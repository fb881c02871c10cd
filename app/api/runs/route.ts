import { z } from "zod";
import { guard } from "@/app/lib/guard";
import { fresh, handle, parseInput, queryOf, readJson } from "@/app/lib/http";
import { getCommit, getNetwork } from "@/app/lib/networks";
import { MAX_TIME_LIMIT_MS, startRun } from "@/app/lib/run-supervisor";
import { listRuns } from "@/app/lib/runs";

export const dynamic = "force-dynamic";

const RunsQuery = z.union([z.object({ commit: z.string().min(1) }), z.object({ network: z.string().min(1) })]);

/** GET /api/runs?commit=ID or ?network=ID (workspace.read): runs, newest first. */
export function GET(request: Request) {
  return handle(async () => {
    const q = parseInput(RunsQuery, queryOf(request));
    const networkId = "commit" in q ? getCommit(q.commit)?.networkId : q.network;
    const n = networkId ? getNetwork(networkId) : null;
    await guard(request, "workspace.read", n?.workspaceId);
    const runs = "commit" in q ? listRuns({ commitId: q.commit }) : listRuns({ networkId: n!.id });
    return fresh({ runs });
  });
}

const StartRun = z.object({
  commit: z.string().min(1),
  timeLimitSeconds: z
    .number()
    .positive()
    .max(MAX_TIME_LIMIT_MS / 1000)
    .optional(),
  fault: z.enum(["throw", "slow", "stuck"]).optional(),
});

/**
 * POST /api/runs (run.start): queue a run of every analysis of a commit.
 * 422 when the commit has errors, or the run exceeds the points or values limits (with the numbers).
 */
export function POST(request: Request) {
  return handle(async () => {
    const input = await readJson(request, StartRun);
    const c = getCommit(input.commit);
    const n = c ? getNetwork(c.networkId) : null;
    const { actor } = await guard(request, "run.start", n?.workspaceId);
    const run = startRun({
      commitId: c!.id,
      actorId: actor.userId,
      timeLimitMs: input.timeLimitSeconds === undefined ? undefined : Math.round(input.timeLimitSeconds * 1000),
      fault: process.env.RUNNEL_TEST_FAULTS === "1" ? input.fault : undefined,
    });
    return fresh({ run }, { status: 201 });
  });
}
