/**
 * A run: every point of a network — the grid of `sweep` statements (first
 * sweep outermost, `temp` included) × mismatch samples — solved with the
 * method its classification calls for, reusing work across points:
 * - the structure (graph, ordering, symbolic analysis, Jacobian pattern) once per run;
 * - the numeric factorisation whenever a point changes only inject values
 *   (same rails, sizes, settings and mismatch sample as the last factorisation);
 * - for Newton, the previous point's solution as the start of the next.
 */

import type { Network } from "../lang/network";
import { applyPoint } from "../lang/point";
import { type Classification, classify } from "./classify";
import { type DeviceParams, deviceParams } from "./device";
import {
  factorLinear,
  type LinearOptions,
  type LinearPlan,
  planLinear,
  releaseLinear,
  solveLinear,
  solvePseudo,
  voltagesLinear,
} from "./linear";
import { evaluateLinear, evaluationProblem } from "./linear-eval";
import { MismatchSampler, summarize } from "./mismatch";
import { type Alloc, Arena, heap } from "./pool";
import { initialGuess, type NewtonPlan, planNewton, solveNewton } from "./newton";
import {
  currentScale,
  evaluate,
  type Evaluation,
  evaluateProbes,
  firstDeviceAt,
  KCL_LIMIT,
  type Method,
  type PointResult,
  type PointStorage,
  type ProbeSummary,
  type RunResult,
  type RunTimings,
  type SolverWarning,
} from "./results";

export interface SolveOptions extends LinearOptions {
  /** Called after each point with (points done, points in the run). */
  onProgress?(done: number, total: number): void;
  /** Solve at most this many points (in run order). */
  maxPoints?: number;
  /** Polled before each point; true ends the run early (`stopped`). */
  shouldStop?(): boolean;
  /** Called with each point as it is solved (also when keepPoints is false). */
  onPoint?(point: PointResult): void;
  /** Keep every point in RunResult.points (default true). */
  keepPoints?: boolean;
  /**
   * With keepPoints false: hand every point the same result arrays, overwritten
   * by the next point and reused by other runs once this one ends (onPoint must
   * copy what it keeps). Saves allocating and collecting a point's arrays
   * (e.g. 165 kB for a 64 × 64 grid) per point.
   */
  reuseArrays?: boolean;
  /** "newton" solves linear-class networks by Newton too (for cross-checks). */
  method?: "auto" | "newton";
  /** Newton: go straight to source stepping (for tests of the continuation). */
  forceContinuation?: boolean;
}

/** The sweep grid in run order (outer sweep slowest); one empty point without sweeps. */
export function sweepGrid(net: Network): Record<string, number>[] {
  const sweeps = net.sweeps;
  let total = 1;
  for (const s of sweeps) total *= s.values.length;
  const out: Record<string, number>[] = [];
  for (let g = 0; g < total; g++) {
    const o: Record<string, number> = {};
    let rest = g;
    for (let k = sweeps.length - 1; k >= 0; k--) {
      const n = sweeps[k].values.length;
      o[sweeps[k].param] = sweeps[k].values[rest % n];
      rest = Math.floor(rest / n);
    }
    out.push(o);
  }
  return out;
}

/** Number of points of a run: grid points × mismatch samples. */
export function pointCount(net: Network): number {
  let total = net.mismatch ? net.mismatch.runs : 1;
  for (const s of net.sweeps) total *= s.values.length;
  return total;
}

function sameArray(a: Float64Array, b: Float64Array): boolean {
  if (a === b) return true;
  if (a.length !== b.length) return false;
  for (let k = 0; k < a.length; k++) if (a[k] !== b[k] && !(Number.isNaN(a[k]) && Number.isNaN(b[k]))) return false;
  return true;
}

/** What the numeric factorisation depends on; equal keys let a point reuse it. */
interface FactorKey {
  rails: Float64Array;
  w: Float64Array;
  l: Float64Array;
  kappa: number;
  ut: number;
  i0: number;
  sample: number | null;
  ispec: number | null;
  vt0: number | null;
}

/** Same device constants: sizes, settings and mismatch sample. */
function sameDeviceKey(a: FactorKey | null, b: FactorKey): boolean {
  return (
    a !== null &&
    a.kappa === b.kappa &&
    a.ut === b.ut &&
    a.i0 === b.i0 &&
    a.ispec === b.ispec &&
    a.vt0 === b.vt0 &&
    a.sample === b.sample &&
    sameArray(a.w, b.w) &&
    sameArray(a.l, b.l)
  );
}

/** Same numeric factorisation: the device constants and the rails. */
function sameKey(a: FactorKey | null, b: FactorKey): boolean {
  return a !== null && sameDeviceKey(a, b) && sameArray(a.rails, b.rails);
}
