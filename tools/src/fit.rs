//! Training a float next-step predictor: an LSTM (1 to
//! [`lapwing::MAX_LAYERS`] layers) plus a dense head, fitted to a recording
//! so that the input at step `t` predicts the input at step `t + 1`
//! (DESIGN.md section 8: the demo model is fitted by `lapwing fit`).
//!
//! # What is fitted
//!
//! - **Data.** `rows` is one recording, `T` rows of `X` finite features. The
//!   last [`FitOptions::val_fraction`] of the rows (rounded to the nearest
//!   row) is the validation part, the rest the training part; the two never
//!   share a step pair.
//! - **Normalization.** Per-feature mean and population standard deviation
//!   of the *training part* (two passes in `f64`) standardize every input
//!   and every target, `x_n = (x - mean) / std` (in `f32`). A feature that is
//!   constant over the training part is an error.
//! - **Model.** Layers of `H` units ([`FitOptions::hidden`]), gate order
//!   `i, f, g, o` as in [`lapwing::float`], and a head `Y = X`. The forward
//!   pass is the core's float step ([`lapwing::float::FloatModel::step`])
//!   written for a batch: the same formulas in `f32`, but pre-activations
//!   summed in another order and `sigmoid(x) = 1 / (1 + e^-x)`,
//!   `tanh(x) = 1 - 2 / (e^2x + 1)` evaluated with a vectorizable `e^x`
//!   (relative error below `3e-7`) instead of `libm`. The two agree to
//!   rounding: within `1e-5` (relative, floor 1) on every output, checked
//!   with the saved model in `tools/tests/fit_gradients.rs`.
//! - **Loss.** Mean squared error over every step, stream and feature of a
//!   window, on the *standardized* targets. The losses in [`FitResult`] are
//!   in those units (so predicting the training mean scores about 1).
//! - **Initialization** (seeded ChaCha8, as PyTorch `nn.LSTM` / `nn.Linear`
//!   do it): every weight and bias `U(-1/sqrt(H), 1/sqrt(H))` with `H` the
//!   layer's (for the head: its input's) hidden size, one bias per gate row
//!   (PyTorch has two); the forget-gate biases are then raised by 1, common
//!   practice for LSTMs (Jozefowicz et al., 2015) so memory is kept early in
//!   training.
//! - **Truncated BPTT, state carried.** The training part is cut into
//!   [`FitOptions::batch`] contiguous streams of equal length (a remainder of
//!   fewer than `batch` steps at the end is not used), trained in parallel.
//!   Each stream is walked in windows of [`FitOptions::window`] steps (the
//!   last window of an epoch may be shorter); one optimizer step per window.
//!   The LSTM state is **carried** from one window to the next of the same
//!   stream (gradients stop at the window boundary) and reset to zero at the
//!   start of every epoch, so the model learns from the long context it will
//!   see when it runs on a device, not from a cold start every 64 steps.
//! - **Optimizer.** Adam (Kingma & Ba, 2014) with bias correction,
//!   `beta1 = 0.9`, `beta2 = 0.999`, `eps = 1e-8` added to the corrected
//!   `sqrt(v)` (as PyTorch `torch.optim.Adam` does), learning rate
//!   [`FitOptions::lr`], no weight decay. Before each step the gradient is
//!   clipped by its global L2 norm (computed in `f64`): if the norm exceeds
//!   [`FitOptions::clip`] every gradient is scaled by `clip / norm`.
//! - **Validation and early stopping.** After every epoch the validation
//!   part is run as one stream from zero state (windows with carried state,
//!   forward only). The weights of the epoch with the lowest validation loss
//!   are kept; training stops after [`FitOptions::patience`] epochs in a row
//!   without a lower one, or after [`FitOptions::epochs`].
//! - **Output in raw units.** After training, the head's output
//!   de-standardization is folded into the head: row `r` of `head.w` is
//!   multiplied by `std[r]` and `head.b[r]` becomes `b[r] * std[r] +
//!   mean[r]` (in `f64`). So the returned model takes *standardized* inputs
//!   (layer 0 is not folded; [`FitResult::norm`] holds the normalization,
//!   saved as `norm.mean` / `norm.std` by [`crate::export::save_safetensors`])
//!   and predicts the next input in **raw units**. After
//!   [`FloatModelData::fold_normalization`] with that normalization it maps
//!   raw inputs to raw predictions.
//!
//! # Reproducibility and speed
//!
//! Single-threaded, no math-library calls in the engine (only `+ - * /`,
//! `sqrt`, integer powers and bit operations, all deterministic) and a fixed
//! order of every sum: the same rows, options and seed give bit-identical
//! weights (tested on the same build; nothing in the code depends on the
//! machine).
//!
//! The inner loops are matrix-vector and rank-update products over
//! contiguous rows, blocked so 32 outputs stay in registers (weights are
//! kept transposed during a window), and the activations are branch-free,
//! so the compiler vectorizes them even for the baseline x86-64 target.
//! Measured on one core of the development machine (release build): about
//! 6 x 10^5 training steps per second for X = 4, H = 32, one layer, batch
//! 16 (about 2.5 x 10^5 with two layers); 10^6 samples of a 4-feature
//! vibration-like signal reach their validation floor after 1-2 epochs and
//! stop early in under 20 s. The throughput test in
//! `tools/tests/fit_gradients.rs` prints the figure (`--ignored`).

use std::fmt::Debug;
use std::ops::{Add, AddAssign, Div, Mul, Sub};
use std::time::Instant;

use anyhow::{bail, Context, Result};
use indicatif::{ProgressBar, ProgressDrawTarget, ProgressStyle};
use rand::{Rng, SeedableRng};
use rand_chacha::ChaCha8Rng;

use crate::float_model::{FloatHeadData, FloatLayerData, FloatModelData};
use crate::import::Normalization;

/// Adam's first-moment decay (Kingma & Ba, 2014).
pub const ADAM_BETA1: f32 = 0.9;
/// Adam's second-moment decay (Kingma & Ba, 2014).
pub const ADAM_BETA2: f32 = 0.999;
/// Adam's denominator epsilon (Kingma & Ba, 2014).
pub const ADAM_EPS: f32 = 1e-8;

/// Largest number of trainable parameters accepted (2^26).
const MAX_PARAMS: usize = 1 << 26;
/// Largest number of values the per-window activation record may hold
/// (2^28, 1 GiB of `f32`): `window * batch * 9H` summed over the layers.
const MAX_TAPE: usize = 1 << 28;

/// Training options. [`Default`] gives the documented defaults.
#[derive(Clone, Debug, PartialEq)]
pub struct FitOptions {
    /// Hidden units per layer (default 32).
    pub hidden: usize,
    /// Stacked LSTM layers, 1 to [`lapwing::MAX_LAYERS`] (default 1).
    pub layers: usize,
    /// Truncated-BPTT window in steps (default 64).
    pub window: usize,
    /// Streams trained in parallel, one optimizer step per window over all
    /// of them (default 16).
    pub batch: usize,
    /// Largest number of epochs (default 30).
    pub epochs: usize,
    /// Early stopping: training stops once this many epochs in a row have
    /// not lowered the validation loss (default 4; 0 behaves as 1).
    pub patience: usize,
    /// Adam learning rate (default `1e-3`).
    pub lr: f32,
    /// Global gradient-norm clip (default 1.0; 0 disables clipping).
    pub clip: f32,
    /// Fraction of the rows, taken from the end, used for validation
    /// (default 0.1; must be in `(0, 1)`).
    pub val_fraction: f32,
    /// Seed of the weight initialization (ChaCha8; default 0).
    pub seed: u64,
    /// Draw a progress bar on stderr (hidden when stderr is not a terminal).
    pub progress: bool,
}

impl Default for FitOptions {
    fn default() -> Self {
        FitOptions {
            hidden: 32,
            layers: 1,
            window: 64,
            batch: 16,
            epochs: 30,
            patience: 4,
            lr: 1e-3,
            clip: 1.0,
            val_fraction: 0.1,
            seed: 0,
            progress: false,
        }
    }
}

• _What you need to do_
Repeat verbatim the opening run of entries, ending with the line that contains "const q = parseInput(RunsQuery, queryOf(request));".

• _Solution for this task_
repository fb881c02871c10cd
filename app/api/runs/route.ts
import { z } from "zod";
import { guard } from "@/app/lib/guard";
import { fresh, handle, parseInput, queryOf, readJson } from "@/app/lib/http";
import { getCommit, getNetwork } from "@/app/lib/networks";
import { MAX_TIME_LIMIT_MS, startRun } from "@/app/lib/run-supervisor";
import { listRuns } from "@/app/lib/runs";

export const dynamic = "force-dynamic";

const RunsQuery = z.union([z.object({ commit: z.string().min(1) }), z.object({ network: z.string().min(1) })]);

/** GET /api/runs?commit=ID or ?network=ID (workspace.read): runs, newest first. */
export function GET(request: Request) {
  return handle(async () => {
    const q = parseInput(RunsQuery, queryOf(request));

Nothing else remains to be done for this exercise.